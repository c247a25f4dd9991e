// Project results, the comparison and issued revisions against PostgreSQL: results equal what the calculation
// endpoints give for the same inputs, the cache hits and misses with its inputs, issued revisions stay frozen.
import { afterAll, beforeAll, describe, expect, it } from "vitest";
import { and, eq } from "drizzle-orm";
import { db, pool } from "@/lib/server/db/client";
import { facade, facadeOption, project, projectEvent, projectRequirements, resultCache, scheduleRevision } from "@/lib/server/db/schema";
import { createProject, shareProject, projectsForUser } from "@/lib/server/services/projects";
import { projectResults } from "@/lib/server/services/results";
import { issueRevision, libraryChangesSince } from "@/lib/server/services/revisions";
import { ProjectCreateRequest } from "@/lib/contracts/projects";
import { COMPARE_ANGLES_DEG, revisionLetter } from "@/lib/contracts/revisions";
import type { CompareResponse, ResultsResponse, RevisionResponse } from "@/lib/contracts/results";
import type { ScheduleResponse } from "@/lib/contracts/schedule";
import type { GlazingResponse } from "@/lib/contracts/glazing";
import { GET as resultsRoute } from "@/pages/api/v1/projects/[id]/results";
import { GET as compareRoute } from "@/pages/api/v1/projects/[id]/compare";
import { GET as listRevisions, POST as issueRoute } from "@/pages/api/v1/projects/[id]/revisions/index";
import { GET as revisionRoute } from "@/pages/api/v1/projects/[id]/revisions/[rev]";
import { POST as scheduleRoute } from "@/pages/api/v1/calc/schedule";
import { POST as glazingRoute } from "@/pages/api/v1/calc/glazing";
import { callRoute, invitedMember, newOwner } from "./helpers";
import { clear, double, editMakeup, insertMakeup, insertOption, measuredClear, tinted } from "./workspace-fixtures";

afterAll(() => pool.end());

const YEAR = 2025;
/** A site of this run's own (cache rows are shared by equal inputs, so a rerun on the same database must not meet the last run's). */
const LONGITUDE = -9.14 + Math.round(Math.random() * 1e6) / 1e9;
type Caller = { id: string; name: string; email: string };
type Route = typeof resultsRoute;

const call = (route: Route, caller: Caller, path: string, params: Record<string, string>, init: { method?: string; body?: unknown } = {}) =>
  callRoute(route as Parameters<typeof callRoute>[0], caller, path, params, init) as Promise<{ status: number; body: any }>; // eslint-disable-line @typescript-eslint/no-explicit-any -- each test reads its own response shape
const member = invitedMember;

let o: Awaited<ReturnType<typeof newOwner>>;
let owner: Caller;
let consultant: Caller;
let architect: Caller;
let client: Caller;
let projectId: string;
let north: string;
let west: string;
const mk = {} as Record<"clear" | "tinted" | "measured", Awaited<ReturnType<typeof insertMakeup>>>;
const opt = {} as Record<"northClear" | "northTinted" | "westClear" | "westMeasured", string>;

- - - - -

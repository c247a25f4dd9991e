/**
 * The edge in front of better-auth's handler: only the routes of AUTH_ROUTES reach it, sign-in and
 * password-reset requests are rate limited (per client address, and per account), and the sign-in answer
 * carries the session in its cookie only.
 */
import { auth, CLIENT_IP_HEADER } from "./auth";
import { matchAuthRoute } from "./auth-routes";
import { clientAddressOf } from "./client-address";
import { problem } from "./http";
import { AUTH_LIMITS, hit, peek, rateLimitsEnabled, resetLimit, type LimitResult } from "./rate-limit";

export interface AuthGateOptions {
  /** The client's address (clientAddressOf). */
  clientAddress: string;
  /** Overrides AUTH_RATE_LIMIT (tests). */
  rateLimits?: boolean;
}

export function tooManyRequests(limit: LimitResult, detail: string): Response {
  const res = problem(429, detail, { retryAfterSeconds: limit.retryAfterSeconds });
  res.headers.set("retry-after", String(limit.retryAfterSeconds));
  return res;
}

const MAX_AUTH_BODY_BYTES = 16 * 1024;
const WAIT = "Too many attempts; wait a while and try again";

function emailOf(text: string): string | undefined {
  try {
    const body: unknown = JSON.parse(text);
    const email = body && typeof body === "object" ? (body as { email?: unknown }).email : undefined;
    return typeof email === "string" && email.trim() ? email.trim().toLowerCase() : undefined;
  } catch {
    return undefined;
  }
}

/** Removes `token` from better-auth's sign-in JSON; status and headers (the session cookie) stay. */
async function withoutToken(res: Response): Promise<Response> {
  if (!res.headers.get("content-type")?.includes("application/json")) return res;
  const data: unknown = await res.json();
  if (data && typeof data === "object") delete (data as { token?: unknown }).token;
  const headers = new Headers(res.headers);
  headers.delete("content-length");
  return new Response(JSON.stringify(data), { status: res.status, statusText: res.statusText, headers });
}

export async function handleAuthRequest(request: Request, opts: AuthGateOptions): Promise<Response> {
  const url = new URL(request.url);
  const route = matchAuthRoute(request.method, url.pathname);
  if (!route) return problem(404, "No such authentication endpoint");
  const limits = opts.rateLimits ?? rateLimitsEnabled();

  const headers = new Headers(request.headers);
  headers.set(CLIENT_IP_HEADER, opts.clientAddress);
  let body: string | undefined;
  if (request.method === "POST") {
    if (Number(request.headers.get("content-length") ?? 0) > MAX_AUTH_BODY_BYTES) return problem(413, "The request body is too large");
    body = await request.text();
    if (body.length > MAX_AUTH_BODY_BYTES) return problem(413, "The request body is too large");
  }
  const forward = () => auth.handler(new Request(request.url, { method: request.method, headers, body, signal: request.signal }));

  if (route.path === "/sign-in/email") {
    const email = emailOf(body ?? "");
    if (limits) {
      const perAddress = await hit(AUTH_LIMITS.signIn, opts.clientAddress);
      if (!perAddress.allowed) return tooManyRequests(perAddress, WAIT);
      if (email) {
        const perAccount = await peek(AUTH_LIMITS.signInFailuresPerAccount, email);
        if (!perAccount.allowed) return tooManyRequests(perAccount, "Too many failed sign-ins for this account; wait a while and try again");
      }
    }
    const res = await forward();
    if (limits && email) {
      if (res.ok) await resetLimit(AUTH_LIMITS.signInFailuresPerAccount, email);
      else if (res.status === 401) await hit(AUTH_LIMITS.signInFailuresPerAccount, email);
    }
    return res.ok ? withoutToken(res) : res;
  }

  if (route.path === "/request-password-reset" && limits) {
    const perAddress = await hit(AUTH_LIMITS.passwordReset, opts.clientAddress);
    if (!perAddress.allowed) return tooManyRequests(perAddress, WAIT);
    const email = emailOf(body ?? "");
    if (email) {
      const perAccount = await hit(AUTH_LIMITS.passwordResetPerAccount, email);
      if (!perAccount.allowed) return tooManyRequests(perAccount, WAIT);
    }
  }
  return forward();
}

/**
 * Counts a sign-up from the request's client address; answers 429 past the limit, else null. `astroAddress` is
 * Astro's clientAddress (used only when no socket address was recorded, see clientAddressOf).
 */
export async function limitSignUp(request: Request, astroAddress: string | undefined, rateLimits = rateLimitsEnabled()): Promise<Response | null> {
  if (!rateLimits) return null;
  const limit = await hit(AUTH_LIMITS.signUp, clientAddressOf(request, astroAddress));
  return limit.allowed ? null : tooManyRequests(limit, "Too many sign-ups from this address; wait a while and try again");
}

- - - - -

What this task involves.
Only lines with the string "opts" are wanted; please find each one in the listing and copy it.

Reply to the exercise.
export async function handleAuthRequest(request: Request, opts: AuthGateOptions): Promise<Response> {
  const limits = opts.rateLimits ?? rateLimitsEnabled();
  headers.set(CLIENT_IP_HEADER, opts.clientAddress);
      const perAddress = await hit(AUTH_LIMITS.signIn, opts.clientAddress);
    const perAddress = await hit(AUTH_LIMITS.passwordReset, opts.clientAddress);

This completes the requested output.